# BRIEF
Copy each line of the data below with the word "sensible".
INFORMATION SUPPLIED: Begin
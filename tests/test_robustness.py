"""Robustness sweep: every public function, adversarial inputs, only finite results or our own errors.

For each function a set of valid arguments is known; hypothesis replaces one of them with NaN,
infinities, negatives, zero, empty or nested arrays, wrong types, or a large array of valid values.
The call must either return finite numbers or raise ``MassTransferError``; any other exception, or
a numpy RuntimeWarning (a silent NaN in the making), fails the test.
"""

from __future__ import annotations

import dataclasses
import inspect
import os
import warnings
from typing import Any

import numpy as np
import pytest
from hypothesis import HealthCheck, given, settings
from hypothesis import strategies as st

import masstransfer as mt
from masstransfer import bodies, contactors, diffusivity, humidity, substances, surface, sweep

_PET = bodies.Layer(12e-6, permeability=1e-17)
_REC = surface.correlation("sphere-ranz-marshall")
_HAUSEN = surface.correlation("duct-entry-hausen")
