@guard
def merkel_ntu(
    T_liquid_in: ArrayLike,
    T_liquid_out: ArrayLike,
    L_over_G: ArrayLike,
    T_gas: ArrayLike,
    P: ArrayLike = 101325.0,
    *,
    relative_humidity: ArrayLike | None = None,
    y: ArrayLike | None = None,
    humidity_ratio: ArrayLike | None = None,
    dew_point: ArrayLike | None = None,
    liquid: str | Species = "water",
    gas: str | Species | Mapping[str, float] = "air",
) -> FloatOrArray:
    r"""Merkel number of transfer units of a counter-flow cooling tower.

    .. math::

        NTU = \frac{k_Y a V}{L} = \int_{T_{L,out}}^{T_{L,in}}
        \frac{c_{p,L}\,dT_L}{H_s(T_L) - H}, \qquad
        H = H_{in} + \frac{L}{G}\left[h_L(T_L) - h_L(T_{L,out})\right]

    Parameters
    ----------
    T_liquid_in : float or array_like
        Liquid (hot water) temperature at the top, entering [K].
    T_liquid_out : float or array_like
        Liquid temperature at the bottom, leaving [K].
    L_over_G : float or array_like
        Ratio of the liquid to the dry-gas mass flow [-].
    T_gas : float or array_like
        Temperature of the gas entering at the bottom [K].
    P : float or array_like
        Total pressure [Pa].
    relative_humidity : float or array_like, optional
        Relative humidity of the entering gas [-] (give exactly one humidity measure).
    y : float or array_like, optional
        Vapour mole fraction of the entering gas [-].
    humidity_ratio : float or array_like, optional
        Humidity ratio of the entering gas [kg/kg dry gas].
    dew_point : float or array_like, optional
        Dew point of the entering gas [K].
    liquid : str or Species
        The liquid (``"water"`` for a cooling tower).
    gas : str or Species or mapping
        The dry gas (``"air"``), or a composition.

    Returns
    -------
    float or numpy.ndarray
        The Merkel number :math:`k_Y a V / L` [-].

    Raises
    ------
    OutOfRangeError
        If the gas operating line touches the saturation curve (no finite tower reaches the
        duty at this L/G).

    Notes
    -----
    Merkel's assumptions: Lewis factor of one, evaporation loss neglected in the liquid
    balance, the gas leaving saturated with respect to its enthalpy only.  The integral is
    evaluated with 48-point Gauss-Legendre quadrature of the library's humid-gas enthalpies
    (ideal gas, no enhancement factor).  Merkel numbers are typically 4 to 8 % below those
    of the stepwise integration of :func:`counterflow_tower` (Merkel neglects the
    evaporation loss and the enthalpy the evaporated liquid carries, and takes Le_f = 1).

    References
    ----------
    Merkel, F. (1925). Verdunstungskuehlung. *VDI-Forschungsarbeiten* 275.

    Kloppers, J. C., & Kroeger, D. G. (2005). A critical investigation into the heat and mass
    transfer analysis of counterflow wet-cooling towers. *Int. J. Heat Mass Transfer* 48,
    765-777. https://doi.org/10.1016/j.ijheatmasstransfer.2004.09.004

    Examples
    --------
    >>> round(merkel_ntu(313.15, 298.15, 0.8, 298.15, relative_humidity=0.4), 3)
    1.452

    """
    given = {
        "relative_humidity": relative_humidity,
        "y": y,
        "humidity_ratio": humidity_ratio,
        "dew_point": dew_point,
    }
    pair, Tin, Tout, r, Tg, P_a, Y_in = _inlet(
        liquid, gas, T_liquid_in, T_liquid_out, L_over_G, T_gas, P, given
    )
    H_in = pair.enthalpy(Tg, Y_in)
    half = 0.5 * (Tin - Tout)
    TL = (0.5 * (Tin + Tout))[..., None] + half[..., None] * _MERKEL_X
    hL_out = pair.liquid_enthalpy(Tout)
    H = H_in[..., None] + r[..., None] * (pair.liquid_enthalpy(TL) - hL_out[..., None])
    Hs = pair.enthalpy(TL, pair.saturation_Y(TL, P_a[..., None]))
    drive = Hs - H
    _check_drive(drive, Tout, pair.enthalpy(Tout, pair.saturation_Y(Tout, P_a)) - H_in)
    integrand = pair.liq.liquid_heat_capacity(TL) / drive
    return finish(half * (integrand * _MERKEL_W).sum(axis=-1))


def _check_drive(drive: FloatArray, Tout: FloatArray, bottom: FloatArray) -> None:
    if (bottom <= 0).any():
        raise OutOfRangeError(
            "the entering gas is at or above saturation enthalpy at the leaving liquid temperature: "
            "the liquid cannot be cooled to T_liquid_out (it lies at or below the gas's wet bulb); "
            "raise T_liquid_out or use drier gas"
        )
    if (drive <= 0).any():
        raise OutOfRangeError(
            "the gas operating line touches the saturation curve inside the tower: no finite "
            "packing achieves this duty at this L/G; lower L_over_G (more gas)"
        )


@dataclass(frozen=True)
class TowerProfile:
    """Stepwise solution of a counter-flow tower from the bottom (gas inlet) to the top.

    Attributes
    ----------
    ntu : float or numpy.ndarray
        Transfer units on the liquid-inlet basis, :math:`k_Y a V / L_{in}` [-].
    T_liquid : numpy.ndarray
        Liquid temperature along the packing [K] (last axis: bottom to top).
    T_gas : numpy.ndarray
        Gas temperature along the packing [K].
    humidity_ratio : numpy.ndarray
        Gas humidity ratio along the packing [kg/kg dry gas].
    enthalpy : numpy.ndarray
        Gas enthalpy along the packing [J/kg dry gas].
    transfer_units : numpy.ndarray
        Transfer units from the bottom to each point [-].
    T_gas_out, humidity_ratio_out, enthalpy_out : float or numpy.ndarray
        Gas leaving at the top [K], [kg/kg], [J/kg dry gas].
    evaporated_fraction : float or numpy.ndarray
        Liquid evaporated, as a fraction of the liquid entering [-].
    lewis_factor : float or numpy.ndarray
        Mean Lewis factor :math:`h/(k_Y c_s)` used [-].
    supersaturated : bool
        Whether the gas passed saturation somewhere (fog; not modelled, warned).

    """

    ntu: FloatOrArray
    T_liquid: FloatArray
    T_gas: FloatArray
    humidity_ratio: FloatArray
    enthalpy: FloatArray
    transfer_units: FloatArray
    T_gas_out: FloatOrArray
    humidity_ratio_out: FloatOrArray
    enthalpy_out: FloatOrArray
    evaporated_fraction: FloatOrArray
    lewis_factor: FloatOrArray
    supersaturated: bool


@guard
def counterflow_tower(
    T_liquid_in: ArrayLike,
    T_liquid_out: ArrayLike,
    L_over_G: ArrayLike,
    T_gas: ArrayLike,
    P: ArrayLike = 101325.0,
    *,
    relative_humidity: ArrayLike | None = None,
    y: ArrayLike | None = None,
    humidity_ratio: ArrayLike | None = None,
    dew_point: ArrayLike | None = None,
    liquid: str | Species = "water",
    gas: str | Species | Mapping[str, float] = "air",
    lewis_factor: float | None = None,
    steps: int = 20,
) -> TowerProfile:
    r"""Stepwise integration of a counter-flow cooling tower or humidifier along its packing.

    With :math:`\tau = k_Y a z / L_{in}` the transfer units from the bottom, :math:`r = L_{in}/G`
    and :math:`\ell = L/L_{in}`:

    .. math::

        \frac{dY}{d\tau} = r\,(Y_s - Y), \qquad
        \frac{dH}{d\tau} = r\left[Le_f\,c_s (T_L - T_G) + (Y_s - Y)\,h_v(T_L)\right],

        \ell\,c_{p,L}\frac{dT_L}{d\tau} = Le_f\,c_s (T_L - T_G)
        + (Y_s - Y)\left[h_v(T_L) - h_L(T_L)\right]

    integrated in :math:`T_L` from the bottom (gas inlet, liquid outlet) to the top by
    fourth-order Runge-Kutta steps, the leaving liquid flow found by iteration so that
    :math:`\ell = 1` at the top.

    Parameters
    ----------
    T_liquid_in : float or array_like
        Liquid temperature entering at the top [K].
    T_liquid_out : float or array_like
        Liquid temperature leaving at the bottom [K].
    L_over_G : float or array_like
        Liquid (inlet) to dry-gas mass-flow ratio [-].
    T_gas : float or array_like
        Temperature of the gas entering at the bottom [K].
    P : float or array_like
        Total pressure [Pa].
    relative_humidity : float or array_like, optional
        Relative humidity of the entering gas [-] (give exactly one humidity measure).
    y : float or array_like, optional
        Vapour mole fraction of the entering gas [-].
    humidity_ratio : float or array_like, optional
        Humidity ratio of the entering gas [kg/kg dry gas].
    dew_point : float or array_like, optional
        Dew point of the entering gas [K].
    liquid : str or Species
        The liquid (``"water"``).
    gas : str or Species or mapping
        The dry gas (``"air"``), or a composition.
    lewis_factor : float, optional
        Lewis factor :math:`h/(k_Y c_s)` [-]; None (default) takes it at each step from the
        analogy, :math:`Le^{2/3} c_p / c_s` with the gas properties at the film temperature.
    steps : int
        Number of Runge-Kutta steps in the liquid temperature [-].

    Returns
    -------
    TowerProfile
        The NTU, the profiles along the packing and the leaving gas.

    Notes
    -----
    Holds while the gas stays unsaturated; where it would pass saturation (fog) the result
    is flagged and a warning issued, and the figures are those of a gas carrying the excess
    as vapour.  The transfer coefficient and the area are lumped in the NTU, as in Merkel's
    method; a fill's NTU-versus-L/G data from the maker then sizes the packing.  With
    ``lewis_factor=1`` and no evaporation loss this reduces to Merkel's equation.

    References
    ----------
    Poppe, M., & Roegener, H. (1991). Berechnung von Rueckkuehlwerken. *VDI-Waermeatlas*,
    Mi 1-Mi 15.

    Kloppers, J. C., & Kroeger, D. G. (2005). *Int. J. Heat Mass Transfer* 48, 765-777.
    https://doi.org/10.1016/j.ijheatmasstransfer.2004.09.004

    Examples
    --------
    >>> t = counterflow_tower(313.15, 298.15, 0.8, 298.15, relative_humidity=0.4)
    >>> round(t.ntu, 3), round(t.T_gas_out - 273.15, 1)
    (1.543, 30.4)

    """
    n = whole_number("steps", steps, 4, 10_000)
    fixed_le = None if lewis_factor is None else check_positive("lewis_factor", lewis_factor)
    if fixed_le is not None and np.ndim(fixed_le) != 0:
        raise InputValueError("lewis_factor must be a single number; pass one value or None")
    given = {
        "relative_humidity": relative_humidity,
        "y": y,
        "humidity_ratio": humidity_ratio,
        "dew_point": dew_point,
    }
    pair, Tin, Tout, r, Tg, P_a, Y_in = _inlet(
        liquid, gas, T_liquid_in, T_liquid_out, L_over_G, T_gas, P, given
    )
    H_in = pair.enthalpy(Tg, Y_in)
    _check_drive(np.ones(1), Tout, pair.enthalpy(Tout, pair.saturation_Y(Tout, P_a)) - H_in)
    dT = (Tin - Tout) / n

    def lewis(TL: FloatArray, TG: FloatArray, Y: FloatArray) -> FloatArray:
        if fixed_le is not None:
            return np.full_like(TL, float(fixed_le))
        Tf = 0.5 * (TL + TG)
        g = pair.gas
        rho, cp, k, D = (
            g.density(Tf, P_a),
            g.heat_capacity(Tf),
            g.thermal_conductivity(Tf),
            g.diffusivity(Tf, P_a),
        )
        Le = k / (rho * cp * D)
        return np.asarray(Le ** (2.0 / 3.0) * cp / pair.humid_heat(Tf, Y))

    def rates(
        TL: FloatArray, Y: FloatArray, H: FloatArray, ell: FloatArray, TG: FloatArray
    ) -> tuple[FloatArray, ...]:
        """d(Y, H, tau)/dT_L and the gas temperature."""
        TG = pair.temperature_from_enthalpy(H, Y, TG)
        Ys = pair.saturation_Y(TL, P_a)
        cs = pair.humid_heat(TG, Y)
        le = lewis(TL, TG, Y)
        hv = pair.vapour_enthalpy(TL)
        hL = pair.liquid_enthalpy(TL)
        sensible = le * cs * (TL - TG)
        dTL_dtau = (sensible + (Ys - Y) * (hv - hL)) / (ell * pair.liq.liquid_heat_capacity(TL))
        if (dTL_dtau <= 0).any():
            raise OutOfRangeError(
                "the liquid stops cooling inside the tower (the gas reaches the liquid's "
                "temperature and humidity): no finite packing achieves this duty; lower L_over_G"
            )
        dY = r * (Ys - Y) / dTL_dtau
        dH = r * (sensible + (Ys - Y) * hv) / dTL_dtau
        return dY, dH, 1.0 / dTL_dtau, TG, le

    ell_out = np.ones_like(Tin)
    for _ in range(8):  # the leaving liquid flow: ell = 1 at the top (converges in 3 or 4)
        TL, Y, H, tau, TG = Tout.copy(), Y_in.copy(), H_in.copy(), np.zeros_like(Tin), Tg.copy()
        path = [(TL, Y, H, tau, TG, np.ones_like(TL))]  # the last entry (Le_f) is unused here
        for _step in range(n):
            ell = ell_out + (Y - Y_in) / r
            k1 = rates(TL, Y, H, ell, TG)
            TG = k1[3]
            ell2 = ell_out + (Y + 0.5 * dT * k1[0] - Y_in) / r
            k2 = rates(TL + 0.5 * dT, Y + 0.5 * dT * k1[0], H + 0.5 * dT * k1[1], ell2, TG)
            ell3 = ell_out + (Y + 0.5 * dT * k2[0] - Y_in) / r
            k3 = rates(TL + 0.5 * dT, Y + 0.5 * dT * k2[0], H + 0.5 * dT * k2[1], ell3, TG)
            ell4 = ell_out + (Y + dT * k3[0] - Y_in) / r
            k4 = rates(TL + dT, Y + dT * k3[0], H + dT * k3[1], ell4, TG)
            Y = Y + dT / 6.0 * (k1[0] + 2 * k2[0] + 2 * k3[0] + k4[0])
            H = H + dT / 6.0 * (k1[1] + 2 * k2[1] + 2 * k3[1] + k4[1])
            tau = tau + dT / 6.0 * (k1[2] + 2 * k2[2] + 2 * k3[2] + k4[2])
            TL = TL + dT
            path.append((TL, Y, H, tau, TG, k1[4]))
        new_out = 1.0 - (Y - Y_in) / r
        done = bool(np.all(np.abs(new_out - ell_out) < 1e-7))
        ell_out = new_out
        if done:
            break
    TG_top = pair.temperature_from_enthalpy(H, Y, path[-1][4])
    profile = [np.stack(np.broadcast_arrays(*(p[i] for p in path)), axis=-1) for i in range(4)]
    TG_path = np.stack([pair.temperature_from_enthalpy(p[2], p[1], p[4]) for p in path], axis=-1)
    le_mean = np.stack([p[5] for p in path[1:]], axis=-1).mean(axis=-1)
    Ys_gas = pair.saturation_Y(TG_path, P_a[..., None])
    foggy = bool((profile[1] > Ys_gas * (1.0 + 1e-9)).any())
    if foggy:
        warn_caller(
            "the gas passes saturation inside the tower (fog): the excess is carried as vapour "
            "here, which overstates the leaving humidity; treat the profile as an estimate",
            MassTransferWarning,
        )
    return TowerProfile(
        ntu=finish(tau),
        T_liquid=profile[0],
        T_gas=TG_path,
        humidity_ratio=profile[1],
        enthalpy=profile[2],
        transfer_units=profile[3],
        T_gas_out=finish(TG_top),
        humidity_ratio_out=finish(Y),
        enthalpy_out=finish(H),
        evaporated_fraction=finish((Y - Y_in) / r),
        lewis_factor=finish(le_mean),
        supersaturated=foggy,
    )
INFORMATION SUPPLIED: End
# COMPLETED TASK
        sensible = le * cs * (TL - TG)
        dTL_dtau = (sensible + (Ys - Y) * (hv - hL)) / (ell * pair.liq.liquid_heat_capacity(TL))
        dH = r * (sensible + (Ys - Y) * hv) / dTL_dtau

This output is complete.